Os Estados Unidos enviaram um recado claro ao Brasil sobre as tarifas de 25% que estão sendo aplicadas a alguns produtos brasileiros. O alerta foi dado pelo representante comercial americano, que afirmou: “Sobre uma possível retaliação, eu não a considero provável. Sabemos que, no passado, autoridades brasileiras fizeram referências a essa possibilidade. Mas acreditamos que a medida que estamos adotando é equilibrada.”

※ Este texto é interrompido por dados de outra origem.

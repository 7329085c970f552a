import { In, IsNull, Not, type DataSource, type EntityManager } from "typeorm";
import { BUILT_IN_PRESETS, windowWarnings } from "../../../shared/domain/window-guidance.js";
import type { AuditChange, AuditValueKind } from "../../../shared/schemas/audit.js";
import { WINDOWED_QUANTITIES, type WindowedQuantity } from "../../../shared/schemas/quantities.js";
import type {
  ApplyBenchPresetInput,
  ApplyZonePresetInput,
  BenchWindowsInput,
  BenchWindowsResponse,
  BenchWindowsSaveResponse,
  EffectiveWindow,
  QuantityWindow,
  UpdateWindowPresetInput,
  WindowLimitField,
  WindowPreset,
  WindowPresetInput,
  WindowPresetResponse,
  ZoneWindowsInput,
  ZoneWindowsResponse,
  ZoneWindowsSaveResponse,
} from "../../../shared/schemas/windows.js";
import { BenchEntity, type Bench } from "../../db/entities/bench.entity.js";
import { SiteEntity, type Site } from "../../db/entities/site.entity.js";
import { BenchWindowEntity, ZoneWindowEntity } from "../../db/entities/window.entity.js";
import { WindowPresetEntity, type WindowPresetRecord } from "../../db/entities/window-preset.entity.js";
import { ZoneEntity, type Zone } from "../../db/entities/zone.entity.js";
import type { Principal } from "../../lib/auth.js";
import { AppError, notFound } from "../../lib/errors.js";
import { auditChange, writeAuditEntry, type AuditInput } from "../audit/audit.service.js";
import { sortWindows, toQuantityWindow, toWindowLimit, type WindowsService } from "./windows.service.js";

/** A zone's (or a bench's effective) window set, stored units. */
export interface WindowSet {
  windows: QuantityWindow[];
  dewPointMarginC: number;
}

/** A bench's overrides: margin null follows the zone. */
export interface OverrideSet {
  windows: QuantityWindow[];
  dewPointMarginC: number | null;
}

O aviso não se limitou apenas a isso. Greer, que fez a declaração, enfatizou que as tarifas não estão sendo impostas sobre todos os produtos do Brasil, mas sim na medida que consideram necessária para eliminar práticas que consideram inadequadas. Ele destacou: “Se houver retaliação, sinceramente, poderemos ser obrigados a revisar nossa ação e eventualmente ampliá-la para responder a essa retaliação e garantir que continuemos capazes de alcançar nosso objetivo, que é a eliminação dessas práticas.”
Isso indica que a porta para negociação ainda permanece aberta, mas a paciência dos Estados Unidos tem limites. Caso o Brasil opte por retaliar, os EUA já deixaram claro que estão prontos para endurecer sua resposta, aumentando as tarifas e afetando ainda mais a economia brasileira.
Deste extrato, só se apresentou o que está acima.